(Saved data entries)
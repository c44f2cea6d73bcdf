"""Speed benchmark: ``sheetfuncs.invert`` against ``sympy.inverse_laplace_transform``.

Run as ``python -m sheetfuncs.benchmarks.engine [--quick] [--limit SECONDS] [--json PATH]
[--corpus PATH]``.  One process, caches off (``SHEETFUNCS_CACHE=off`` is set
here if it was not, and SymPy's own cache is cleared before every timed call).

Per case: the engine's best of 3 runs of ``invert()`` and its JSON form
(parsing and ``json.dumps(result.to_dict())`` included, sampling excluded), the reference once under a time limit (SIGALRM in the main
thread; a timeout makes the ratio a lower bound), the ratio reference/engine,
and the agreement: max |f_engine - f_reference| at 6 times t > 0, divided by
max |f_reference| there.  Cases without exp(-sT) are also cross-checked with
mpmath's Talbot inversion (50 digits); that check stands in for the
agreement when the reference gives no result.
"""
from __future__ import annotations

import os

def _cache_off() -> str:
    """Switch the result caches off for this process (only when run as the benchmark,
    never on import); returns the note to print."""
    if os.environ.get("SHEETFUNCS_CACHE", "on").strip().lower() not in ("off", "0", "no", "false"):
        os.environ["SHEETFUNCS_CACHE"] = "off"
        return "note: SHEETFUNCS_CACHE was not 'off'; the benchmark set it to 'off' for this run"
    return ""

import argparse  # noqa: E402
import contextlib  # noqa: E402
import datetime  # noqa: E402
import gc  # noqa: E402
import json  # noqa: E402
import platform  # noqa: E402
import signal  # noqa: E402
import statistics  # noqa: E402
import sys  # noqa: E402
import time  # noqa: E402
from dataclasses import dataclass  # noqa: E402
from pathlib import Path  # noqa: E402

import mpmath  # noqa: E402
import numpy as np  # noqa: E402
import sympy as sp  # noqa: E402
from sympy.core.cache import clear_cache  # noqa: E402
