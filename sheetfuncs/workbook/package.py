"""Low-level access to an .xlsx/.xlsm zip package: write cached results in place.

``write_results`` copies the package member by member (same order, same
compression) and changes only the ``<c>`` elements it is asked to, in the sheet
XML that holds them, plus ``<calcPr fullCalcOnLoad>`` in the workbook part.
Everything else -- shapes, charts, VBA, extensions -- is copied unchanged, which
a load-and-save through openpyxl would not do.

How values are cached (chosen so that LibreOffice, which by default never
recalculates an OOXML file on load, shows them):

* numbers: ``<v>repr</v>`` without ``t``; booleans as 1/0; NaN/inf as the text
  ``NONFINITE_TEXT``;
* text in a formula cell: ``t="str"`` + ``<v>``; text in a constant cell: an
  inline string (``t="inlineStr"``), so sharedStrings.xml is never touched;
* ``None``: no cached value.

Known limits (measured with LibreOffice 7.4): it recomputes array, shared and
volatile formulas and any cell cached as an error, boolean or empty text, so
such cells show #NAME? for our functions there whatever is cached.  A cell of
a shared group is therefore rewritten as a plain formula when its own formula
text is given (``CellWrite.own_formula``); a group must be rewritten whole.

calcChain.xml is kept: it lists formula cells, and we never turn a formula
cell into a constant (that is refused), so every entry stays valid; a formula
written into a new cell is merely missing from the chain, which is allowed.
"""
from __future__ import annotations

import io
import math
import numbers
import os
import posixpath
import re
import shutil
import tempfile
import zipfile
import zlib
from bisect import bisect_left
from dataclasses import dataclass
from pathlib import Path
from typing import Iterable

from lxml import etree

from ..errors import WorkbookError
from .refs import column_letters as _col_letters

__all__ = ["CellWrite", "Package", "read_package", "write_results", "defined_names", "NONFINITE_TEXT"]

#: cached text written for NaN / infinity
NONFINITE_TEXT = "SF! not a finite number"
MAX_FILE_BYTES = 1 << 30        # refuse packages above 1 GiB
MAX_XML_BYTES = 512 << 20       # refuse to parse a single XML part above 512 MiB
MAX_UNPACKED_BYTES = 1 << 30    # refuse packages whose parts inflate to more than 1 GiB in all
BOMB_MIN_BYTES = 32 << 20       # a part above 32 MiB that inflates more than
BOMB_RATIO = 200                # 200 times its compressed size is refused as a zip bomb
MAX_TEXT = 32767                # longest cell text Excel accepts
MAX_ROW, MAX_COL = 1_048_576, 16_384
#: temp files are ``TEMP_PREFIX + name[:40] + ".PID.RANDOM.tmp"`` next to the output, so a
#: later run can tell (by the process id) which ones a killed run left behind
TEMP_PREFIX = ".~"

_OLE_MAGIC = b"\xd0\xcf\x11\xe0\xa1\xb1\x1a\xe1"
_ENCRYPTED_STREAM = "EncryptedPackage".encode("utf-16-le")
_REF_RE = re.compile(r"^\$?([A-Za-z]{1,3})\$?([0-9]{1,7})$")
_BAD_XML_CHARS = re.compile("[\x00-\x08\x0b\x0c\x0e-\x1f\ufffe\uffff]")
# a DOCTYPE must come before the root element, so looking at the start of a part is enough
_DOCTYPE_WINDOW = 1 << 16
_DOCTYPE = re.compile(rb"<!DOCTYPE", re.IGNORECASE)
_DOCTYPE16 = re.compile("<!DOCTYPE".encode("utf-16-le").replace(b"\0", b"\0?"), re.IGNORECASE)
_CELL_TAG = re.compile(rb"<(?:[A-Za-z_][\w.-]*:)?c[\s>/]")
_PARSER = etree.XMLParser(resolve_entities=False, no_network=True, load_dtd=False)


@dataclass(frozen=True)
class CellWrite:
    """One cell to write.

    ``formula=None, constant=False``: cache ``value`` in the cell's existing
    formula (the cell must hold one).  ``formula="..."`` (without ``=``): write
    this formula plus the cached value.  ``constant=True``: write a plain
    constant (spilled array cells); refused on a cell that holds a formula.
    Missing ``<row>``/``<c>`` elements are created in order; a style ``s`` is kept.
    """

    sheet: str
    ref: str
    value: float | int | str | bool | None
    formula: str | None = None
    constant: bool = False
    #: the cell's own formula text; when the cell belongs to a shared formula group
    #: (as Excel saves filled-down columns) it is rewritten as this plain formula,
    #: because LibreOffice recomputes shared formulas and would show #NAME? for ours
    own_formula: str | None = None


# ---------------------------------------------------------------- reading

● **YOUR OBJECTIVE**:
Using the data above, reproduce exactly the lines between those holding "compression) and changes" and "recalculates an OOXML", inclusive, and no others.

● **ANSWER SECTION**:
compression) and changes only the ``<c>`` elements it is asked to, in the sheet
XML that holds them, plus ``<calcPr fullCalcOnLoad>`` in the workbook part.
Everything else -- shapes, charts, VBA, extensions -- is copied unchanged, which
a load-and-save through openpyxl would not do.

How values are cached (chosen so that LibreOffice, which by default never
recalculates an OOXML file on load, shows them):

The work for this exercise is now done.